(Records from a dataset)

import { useQuery } from '@tanstack/react-query';
import { Caution } from '../../components/ui/Caution';
import { Sheet } from '../../components/ui/Sheet';
import { DayCurve } from '../../drawings/DayCurve';
import { energy, percent } from '../../drawings/numbers';
import { clock, longDate, zoneName } from '../../drawings/times';
import { api } from '../../lib/api';
import { queryClient } from '../../lib/query-client';
import { clocksDiffer, useReaderZone } from '../../components/ui/reader-zone';
import { paths } from '../../schemas/paths';
import type { CustomerSite } from '../../schemas/api/customer';
import {
  careWords,
  clearDayWords,
  lifeCard,
  monthCard,
  switchWords,
  testWords,
  workingTimeCard,
  type Card,
} from './cards';
import { dayHours } from './day-hours';
import { customerWords } from './words';

/** How often the page reads itself again. */
const EVERY_MS = 30_000;

function Figure({ card }: { card: Card }) {
  return (
    <Sheet>
      <h2 className="text-sm font-normal tracking-normal text-ink-2">{card.label}</h2>
      <p className="my-1 text-[26px] font-semibold leading-8 tracking-[-0.02em] sm:text-[30px] sm:leading-9">
        {card.figure}
      </p>
      <p className="text-ink-2">{card.note}</p>
    </Sheet>
  );
}

function Today({ roof }: { roof: CustomerSite }) {
  const { today, site } = roof;
  const curve = dayHours(today, roof.now.at);
  const label =
    today.energy === null
      ? 'Nothing is known of today yet; the dotted line is a clear day of this date.'
      : `Power made today, ${energy(today.energy)} so far, beside a clear day of this date${
          today.clearEnergySoFar > 0 ? `: ${percent(today.energy / today.clearEnergySoFar)} of it by now` : ''
        }.`;
  return (
    <Sheet id="today" title="Today" aside={`solid: made · ${clearDayWords(today.clearFrom)}`} flush>
      <div className="hidden sm:block">
        <DayCurve {...curve} label={label} width={860} height={270} />
      </div>
      <div className="sm:hidden">
        <DayCurve {...curve} label={label} width={360} height={210} />
      </div>
      {today.energy === null && <p className="mt-2 text-ink-2">Nothing is known of today yet.</p>}
      <details className="mt-2 text-sm text-ink-2">
        <summary className="inline-flex min-h-[36px] cursor-pointer items-center underline underline-offset-2">
          The same as a table
        </summary>
        <div
          className="mt-2 max-h-[320px] overflow-auto"
          tabIndex={0}
          role="region"
          aria-label="Today as a table"
        >
          <table className="w-full max-w-[420px] text-left">
            <caption className="sr-only">Mean power of each quarter of an hour</caption>
            <thead>
              <tr className="border-b border-rule">
                <th scope="col" className="py-1 font-medium">
                  From
                </th>
                <th scope="col" className="py-1 text-right font-medium">
                  Made (kW)
                </th>
                <th scope="col" className="py-1 text-right font-medium">
                  Clear day (kW)
                </th>
              </tr>
            </thead>
            <tbody>
              {curve.rows.map((r) => (
                <tr key={r.at} className="border-b border-rule-faint">
                  <td className="py-1">{clock(r.at, site.timeZone)}</td>
                  <td className="py-1 text-right">{r.made === null ? '–' : (r.made / 1000).toFixed(1)}</td>
                  <td className="py-1 text-right">{(r.clear / 1000).toFixed(1)}</td>
                </tr>
              ))}
            </tbody>
          </table>
        </div>
      </details>
    </Sheet>
  );
}

/** The papers of the handover: the newest first, earlier ones below. */
function Papers({ roof }: { roof: CustomerSite }) {
  const [newest, ...earlier] = roof.papers;
  if (!newest) return null;
  const file = (paper: CustomerSite['papers'][number]) => `${paths.api.paper(paper.ref)}?form=pdf`;
  const day = (paper: CustomerSite['papers'][number]) => longDate(paper.madeAt, roof.site.timeZone);
  return (
    <Sheet id="papers" title="Papers">
      <p>
        How your system is built, what was measured, and how to look after it, as of {day(newest)}. Keep a
        copy where the people who work on the roof will find it.
      </p>
      <p className="mt-2">
        <a
          href={file(newest)}
          className="inline-flex min-h-[44px] items-center font-semibold text-petrol hover:underline"
        >
          Handover papers, PDF
        </a>
      </p>
      {earlier.length > 0 && (
        <details>
          <summary className="target cursor-pointer text-petrol">Earlier versions</summary>
          <ul>
            {earlier.map((paper) => (
              <li key={paper.ref}>
                <a
                  href={file(paper)}
                  className="inline-flex min-h-[44px] items-center text-petrol hover:underline"
                >
                  Version {paper.version}, {day(paper)}
                </a>
              </li>
            ))}
          </ul>
        </details>
      )}
    </Sheet>
  );
}

/** A roof for the people whom it belongs to: read only, in sentences. */
export function RoofPage({ initial }: { initial: CustomerSite }) {
  const readerZone = useReaderZone();
  const {
    data: roof,
    error,
    dataUpdatedAt,
  } = useQuery(
    {
      queryKey: ['roof', initial.site.id],
      queryFn: ({ signal }) => api<CustomerSite>(paths.api.customer(initial.site.id), { signal }),
      initialData: initial,
      refetchInterval: EVERY_MS,
      refetchOnWindowFocus: true,
    },
    queryClient(),
  );
  const { site, care } = roof;
  const words = customerWords(roof.now, roof.today, site.timeZone, care);
  const phone = care.phone.replace(/[^+\d]/g, '');
  return (
    <>
      <header className="mb-7">
        <h1 className="text-[30px] leading-[36px] tracking-[-0.03em] sm:text-[42px] sm:leading-[50px]">
          {words.heading}
        </h1>
        <p className="mt-2 max-w-[62ch] text-[17px] leading-6 text-ink-2 sm:text-lg">
          {words.sentences.join(' ')}
        </p>
        <p className="mt-2 text-sm text-ink-2">
          As of {clock(roof.now.at, site.timeZone)}
          {readerZone && clocksDiffer(roof.now.at, site.timeZone, readerZone)
            ? ` ${zoneName(roof.now.at, site.timeZone)}, the time at the roof`
            : ''}
          .
          {error && dataUpdatedAt > 0 && ' It could not be read again since; the next try follows by itself.'}
        </p>
      </header>
      {words.caution && (
        <div className="mb-5">
          <Caution strong={words.caution.strong}>{words.caution.rest}</Caution>
        </div>
      )}
      <div className="grid gap-4">
        <Today roof={roof} />
        <div className="grid gap-4 sm:grid-cols-3">
          <Figure card={monthCard(roof.month)} />
          <Figure card={lifeCard(roof.life)} />
          <Figure card={workingTimeCard(roof.life)} />
        </div>
        <div className="grid gap-4 sm:grid-cols-2">
          <Sheet id="shutdown" title="Rapid shutdown">
            <p>{testWords(roof.lastTest, site.ruleSet, site.timeZone)}</p>
            <p className="mt-2 text-ink-2">{switchWords(site)}</p>
          </Sheet>
          <Sheet id="care" title="Who looks after it">
            <p>{careWords(care)}</p>
            {phone && (
              <p className="mt-2">
                <a
                  className="inline-flex min-h-[44px] items-center text-[17px] font-semibold"
                  href={`tel:${phone}`}
                >
                  {care.phone}
                </a>
              </p>
            )}
            <p className="mt-2 text-ink-2">In an emergency call the emergency services first.</p>
          </Sheet>
        </div>
        <Papers roof={roof} />
      </div>
    </>
  );
}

> Activity
With nothing added or dropped, write out every entry.

> Output below
import { useQuery } from '@tanstack/react-query';
import { Caution } from '../../components/ui/Caution';
import { Sheet } from '../../components/ui/Sheet';
import { DayCurve } from '../../drawings/DayCurve';
import { energy, percent } from '../../drawings/numbers';
import { clock, longDate, zoneName } from '../../drawings/times';
import { api } from '../../lib/api';
import { queryClient } from '../../lib/query-client';
import { clocksDiffer, useReaderZone } from '../../components/ui/reader-zone';
import { paths } from '../../schemas/paths';
import type { CustomerSite } from '../../schemas/api/customer';
import {
  careWords,
  clearDayWords,
  lifeCard,
  monthCard,
  switchWords,
  testWords,
  workingTimeCard,
  type Card,
} from './cards';
import { dayHours } from './day-hours';
import { customerWords } from './words';

/** How often the page reads itself again. */
const EVERY_MS = 30_000;

function Figure({ card }: { card: Card }) {
  return (
    <Sheet>
      <h2 className="text-sm font-normal tracking-normal text-ink-2">{card.label}</h2>
      <p className="my-1 text-[26px] font-semibold leading-8 tracking-[-0.02em] sm:text-[30px] sm:leading-9">
        {card.figure}
      </p>
      <p className="text-ink-2">{card.note}</p>
    </Sheet>
  );
}

function Today({ roof }: { roof: CustomerSite }) {
  const { today, site } = roof;
  const curve = dayHours(today, roof.now.at);
  const label =
    today.energy === null
      ? 'Nothing is known of today yet; the dotted line is a clear day of this date.'
      : `Power made today, ${energy(today.energy)} so far, beside a clear day of this date${
          today.clearEnergySoFar > 0 ? `: ${percent(today.energy / today.clearEnergySoFar)} of it by now` : ''
        }.`;
  return (
    <Sheet id="today" title="Today" aside={`solid: made · ${clearDayWords(today.clearFrom)}`} flush>
      <div className="hidden sm:block">
        <DayCurve {...curve} label={label} width={860} height={270} />
      </div>
      <div className="sm:hidden">
        <DayCurve {...curve} label={label} width={360} height={210} />
      </div>
      {today.energy === null && <p className="mt-2 text-ink-2">Nothing is known of today yet.</p>}
      <details className="mt-2 text-sm text-ink-2">
        <summary className="inline-flex min-h-[36px] cursor-pointer items-center underline underline-offset-2">
          The same as a table
        </summary>
        <div
          className="mt-2 max-h-[320px] overflow-auto"
          tabIndex={0}
          role="region"
          aria-label="Today as a table"
        >
          <table className="w-full max-w-[420px] text-left">
            <caption className="sr-only">Mean power of each quarter of an hour</caption>
            <thead>
              <tr className="border-b border-rule">
                <th scope="col" className="py-1 font-medium">
                  From
                </th>
                <th scope="col" className="py-1 text-right font-medium">
                  Made (kW)
                </th>
                <th scope="col" className="py-1 text-right font-medium">
                  Clear day (kW)
                </th>
              </tr>
            </thead>
            <tbody>
              {curve.rows.map((r) => (
                <tr key={r.at} className="border-b border-rule-faint">
                  <td className="py-1">{clock(r.at, site.timeZone)}</td>
                  <td className="py-1 text-right">{r.made === null ? '–' : (r.made / 1000).toFixed(1)}</td>
                  <td className="py-1 text-right">{(r.clear / 1000).toFixed(1)}</td>
                </tr>
              ))}
            </tbody>
          </table>
        </div>
      </details>
    </Sheet>
  );
}

/** The papers of the handover: the newest first, earlier ones below. */
function Papers({ roof }: { roof: CustomerSite }) {
  const [newest, ...earlier] = roof.papers;
  if (!newest) return null;
  const file = (paper: CustomerSite['papers'][number]) => `${paths.api.paper(paper.ref)}?form=pdf`;
  const day = (paper: CustomerSite['papers'][number]) => longDate(paper.madeAt, roof.site.timeZone);
  return (
    <Sheet id="papers" title="Papers">
      <p>
        How your system is built, what was measured, and how to look after it, as of {day(newest)}. Keep a
        copy where the people who work on the roof will find it.
      </p>
      <p className="mt-2">
        <a
          href={file(newest)}
          className="inline-flex min-h-[44px] items-center font-semibold text-petrol hover:underline"
        >
          Handover papers, PDF
        </a>
      </p>
      {earlier.length > 0 && (
        <details>
          <summary className="target cursor-pointer text-petrol">Earlier versions</summary>
          <ul>
            {earlier.map((paper) => (
              <li key={paper.ref}>
                <a
                  href={file(paper)}
                  className="inline-flex min-h-[44px] items-center text-petrol hover:underline"
                >
                  Version {paper.version}, {day(paper)}
                </a>
              </li>
            ))}
          </ul>
        </details>
      )}
    </Sheet>
  );
}

/** A roof for the people whom it belongs to: read only, in sentences. */
export function RoofPage({ initial }: { initial: CustomerSite }) {
  const readerZone = useReaderZone();
  const {
    data: roof,
    error,
    dataUpdatedAt,
  } = useQuery(
    {
      queryKey: ['roof', initial.site.id],
      queryFn: ({ signal }) => api<CustomerSite>(paths.api.customer(initial.site.id), { signal }),
      initialData: initial,
      refetchInterval: EVERY_MS,
      refetchOnWindowFocus: true,
    },
    queryClient(),
  );
  const { site, care } = roof;
  const words = customerWords(roof.now, roof.today, site.timeZone, care);
  const phone = care.phone.replace(/[^+\d]/g, '');
  return (
    <>
      <header className="mb-7">
        <h1 className="text-[30px] leading-[36px] tracking-[-0.03em] sm:text-[42px] sm:leading-[50px]">
          {words.heading}
        </h1>
        <p className="mt-2 max-w-[62ch] text-[17px] leading-6 text-ink-2 sm:text-lg">
          {words.sentences.join(' ')}
        </p>
        <p className="mt-2 text-sm text-ink-2">
          As of {clock(roof.now.at, site.timeZone)}
          {readerZone && clocksDiffer(roof.now.at, site.timeZone, readerZone)
            ? ` ${zoneName(roof.now.at, site.timeZone)}, the time at the roof`
            : ''}
          .
          {error && dataUpdatedAt > 0 && ' It could not be read again since; the next try follows by itself.'}
        </p>
      </header>
      {words.caution && (
        <div className="mb-5">
          <Caution strong={words.caution.strong}>{words.caution.rest}</Caution>
        </div>
      )}
      <div className="grid gap-4">
        <Today roof={roof} />
        <div className="grid gap-4 sm:grid-cols-3">
          <Figure card={monthCard(roof.month)} />
          <Figure card={lifeCard(roof.life)} />
          <Figure card={workingTimeCard(roof.life)} />
        </div>
        <div className="grid gap-4 sm:grid-cols-2">
          <Sheet id="shutdown" title="Rapid shutdown">
            <p>{testWords(roof.lastTest, site.ruleSet, site.timeZone)}</p>
            <p className="mt-2 text-ink-2">{switchWords(site)}</p>
          </Sheet>
          <Sheet id="care" title="Who looks after it">
            <p>{careWords(care)}</p>
            {phone && (
              <p className="mt-2">
                <a
                  className="inline-flex min-h-[44px] items-center text-[17px] font-semibold"
                  href={`tel:${phone}`}
                >
                  {care.phone}
                </a>
              </p>
            )}
            <p className="mt-2 text-ink-2">In an emergency call the emergency services first.</p>
          </Sheet>
        </div>
        <Papers roof={roof} />
      </div>
    </>
  );
}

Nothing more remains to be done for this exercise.